**Task instructions**
Below are entries. Reproduce exactly the lines between the line holding "import time" and the line holding "from profiler.plot import", inclusive, and only those.

**Collected data**

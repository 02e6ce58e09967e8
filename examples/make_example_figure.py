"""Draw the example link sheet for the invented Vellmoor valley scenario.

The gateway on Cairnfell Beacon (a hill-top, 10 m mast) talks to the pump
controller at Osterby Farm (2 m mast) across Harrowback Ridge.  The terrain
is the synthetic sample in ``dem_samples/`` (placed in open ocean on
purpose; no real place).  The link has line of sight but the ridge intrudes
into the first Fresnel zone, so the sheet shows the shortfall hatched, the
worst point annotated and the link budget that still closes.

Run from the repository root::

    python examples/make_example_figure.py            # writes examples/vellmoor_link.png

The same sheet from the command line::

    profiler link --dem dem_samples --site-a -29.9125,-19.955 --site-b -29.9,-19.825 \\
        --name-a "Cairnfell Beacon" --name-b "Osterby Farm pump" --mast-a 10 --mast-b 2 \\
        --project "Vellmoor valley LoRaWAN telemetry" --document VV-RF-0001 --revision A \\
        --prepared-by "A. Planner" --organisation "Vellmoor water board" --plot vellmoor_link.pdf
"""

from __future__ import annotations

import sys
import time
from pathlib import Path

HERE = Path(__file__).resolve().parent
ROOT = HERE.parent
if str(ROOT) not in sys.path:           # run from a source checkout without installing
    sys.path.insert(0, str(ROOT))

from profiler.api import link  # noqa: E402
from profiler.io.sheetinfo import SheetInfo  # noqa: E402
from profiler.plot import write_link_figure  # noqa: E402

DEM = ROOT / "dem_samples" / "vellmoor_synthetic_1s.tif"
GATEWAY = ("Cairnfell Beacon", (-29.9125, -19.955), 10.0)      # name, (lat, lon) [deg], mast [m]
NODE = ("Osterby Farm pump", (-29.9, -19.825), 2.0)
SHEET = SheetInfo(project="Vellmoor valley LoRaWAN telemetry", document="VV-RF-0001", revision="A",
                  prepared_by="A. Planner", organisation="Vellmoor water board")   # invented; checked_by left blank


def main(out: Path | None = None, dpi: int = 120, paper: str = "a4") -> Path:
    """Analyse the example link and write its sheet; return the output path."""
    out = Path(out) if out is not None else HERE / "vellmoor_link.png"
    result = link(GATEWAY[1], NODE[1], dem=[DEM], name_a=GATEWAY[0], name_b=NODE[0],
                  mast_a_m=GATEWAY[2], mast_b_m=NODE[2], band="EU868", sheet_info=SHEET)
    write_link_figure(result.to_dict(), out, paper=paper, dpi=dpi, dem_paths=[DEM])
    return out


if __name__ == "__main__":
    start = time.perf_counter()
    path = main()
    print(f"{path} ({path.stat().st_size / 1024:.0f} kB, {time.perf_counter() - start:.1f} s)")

**Answer to the exercise**
import time
from pathlib import Path

HERE = Path(__file__).resolve().parent
ROOT = HERE.parent
if str(ROOT) not in sys.path:           # run from a source checkout without installing
    sys.path.insert(0, str(ROOT))

from profiler.api import link  # noqa: E402
from profiler.io.sheetinfo import SheetInfo  # noqa: E402
from profiler.plot import write_link_figure  # noqa: E402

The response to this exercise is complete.